◆ WHAT THE TASK ASKS: For the records that follow, give the number of lines containing the word "upper", with no added text.

◆ DATA PROVIDED:
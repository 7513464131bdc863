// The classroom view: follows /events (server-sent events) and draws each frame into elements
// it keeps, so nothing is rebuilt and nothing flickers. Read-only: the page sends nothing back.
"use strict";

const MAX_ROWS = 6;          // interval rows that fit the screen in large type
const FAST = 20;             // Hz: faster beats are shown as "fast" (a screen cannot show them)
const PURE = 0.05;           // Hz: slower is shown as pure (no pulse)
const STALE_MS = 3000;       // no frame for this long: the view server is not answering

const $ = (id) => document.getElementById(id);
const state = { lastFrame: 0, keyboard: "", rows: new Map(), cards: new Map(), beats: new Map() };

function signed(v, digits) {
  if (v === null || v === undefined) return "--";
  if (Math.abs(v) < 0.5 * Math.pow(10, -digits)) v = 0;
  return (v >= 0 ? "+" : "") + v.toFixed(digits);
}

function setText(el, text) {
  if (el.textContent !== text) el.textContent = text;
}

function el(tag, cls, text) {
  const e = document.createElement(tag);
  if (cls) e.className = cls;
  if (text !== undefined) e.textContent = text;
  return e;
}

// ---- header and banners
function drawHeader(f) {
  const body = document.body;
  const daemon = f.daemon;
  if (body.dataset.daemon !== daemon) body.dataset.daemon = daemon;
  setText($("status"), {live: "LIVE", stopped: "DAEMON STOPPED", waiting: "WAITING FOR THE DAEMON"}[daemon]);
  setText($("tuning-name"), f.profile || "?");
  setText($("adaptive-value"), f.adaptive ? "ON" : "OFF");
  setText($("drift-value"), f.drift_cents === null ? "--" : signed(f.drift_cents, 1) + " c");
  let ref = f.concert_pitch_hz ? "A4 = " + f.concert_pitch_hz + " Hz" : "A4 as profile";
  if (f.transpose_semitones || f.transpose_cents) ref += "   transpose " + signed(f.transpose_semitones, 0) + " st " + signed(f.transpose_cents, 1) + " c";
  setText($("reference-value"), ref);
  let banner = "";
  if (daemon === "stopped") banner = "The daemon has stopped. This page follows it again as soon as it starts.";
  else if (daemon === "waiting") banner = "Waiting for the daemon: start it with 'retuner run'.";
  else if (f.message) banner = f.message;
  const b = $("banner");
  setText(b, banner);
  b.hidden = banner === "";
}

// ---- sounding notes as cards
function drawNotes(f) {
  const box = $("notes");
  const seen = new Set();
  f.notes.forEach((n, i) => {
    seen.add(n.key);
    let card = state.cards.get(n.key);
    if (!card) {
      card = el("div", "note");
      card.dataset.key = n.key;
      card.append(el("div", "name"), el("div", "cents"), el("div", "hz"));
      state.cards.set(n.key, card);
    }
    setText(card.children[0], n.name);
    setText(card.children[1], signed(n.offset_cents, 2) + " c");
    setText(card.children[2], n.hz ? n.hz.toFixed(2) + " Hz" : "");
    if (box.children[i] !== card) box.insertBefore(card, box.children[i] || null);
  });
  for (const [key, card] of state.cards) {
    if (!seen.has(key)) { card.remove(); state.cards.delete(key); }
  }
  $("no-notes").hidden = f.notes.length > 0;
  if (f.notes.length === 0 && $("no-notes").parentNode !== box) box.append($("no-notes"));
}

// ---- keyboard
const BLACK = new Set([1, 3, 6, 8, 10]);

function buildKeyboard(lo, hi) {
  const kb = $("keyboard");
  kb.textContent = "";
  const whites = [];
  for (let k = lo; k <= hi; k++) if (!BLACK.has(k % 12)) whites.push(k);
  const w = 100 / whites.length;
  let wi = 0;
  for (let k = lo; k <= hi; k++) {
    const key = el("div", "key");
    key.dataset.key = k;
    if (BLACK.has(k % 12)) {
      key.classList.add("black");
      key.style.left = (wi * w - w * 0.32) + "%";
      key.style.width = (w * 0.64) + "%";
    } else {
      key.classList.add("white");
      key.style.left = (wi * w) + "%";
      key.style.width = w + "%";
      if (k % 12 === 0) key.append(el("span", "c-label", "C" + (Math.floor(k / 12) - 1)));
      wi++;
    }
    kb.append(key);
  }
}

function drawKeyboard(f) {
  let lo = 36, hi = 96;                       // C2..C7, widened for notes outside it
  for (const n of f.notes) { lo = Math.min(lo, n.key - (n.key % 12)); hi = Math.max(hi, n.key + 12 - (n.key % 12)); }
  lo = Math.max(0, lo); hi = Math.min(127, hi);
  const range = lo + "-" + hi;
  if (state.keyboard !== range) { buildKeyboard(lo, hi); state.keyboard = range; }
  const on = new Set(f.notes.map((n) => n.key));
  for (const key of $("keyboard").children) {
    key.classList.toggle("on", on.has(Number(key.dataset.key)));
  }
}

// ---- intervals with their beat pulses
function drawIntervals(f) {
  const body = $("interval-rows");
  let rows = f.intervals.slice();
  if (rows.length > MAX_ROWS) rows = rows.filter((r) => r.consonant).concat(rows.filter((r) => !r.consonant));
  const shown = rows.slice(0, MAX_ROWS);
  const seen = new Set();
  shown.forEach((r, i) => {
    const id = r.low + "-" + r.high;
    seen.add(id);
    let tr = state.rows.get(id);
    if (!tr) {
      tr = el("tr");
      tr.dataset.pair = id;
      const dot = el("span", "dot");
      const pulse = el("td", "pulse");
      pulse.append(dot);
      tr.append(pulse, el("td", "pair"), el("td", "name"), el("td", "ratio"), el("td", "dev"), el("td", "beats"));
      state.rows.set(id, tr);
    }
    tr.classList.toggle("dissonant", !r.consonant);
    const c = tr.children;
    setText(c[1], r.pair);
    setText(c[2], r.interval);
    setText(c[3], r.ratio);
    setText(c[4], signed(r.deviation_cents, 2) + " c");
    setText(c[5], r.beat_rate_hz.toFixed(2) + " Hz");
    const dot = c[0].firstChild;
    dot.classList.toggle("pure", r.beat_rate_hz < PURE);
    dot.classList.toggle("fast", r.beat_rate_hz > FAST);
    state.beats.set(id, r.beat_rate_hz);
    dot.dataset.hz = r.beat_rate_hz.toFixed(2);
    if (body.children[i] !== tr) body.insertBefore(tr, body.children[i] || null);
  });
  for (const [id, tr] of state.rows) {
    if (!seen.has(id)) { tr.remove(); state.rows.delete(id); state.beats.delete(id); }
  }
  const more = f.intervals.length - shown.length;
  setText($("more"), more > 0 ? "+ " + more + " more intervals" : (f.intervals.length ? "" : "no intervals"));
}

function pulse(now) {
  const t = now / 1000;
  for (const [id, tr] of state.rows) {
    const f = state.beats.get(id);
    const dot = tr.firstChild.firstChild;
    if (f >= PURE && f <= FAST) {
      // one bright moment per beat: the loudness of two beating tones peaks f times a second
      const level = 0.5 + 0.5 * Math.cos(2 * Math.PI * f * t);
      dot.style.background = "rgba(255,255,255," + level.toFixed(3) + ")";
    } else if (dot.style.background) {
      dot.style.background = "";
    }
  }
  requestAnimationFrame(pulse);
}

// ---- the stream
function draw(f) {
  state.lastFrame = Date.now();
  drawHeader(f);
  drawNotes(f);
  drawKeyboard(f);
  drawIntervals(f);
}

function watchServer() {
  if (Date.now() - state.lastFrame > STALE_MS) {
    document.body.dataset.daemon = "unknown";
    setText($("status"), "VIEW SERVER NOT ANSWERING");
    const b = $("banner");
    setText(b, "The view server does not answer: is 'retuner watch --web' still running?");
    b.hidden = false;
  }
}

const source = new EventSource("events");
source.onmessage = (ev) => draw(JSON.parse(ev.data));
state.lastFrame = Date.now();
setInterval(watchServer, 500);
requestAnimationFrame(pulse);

...

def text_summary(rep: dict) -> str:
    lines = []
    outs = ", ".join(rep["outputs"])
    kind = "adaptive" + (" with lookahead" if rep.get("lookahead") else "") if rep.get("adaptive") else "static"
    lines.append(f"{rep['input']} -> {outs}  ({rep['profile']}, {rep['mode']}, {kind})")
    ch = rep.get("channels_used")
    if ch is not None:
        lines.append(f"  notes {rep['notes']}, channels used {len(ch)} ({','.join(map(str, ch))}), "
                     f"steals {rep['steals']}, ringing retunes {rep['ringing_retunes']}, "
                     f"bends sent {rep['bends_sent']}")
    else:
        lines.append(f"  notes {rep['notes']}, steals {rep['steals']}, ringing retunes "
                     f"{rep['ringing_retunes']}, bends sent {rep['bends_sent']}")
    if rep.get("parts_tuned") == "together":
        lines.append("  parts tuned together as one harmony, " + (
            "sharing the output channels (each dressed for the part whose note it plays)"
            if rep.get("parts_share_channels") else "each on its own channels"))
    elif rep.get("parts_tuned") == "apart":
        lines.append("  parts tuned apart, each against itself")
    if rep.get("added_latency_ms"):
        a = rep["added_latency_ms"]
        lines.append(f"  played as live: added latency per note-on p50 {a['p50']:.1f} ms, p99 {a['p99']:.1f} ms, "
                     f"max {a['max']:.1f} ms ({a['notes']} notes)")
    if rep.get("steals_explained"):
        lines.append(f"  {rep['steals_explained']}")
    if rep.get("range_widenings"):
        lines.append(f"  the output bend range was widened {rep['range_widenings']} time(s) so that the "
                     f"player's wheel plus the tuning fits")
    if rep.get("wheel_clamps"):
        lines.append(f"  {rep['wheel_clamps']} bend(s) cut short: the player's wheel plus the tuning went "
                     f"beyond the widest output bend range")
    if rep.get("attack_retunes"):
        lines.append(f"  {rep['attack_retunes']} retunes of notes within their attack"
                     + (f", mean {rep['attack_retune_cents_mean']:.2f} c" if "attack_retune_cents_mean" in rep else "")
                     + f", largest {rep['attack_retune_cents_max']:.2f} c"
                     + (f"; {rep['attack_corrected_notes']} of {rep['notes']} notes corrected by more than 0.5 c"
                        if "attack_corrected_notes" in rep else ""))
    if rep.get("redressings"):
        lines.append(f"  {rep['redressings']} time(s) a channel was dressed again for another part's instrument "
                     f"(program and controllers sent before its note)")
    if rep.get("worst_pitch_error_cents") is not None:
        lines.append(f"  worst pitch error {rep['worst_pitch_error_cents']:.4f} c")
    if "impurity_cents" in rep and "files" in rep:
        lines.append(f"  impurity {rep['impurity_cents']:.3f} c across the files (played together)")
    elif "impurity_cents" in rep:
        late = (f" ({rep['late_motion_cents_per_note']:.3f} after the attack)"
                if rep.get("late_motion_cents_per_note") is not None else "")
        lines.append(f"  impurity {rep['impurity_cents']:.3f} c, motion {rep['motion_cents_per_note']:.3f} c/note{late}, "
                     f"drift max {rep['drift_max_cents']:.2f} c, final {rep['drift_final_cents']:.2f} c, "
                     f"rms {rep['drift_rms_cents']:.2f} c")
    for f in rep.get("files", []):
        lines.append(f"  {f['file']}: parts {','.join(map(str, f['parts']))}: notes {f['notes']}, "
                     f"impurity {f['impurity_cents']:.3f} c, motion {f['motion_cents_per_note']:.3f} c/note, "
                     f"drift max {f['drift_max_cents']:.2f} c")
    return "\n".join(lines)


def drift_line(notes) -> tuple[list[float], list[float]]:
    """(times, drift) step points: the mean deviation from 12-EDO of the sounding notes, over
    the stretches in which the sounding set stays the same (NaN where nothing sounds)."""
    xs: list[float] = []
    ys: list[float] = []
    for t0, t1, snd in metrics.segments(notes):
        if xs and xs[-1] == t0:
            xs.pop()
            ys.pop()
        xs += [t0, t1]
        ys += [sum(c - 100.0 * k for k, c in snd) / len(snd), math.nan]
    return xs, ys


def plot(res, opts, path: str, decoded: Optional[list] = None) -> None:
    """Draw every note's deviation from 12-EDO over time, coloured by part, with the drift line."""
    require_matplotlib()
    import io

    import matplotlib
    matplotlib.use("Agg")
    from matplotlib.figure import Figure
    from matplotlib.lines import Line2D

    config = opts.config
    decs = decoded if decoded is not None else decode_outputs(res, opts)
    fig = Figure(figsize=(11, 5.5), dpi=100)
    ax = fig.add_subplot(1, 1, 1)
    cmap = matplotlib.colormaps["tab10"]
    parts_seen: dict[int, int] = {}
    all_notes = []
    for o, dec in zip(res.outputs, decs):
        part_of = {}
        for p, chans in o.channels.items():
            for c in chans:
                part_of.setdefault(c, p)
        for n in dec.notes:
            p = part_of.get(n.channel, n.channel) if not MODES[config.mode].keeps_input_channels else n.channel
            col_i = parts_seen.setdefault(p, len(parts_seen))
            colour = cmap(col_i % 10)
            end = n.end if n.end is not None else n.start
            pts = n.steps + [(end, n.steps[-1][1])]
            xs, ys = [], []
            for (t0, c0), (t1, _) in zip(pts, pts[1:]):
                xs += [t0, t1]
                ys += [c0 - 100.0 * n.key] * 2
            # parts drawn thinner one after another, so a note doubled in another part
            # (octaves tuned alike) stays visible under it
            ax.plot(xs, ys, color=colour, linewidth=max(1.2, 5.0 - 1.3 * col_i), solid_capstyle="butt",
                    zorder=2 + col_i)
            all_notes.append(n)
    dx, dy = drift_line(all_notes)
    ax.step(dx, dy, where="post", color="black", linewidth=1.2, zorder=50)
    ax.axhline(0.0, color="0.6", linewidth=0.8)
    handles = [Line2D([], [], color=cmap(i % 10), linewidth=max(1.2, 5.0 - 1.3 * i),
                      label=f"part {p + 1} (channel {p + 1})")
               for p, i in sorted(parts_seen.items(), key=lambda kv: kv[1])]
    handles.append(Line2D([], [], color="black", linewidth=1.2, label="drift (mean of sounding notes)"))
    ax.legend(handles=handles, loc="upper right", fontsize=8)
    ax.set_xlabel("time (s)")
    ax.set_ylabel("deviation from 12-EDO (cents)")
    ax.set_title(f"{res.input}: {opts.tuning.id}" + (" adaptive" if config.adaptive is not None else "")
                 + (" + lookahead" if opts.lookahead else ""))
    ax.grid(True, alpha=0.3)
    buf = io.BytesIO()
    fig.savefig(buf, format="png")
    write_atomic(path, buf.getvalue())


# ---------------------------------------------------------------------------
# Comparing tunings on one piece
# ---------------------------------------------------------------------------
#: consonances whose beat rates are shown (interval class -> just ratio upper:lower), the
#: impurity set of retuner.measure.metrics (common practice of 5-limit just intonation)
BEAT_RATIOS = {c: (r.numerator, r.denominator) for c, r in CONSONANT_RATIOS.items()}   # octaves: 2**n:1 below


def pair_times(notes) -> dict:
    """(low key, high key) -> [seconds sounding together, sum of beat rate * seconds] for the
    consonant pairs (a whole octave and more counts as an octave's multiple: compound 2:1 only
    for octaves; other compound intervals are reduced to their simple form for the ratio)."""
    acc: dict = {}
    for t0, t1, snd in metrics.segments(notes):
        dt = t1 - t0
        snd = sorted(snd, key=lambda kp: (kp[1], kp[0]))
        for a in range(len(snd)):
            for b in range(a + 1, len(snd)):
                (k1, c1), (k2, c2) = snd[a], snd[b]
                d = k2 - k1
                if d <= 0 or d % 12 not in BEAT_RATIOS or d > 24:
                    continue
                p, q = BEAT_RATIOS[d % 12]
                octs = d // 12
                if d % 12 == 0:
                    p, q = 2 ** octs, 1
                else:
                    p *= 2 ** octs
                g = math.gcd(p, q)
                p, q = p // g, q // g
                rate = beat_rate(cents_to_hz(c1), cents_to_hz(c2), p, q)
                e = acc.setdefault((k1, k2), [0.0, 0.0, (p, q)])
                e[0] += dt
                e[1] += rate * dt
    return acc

◆ SOLUTION TO THIS TASK: 2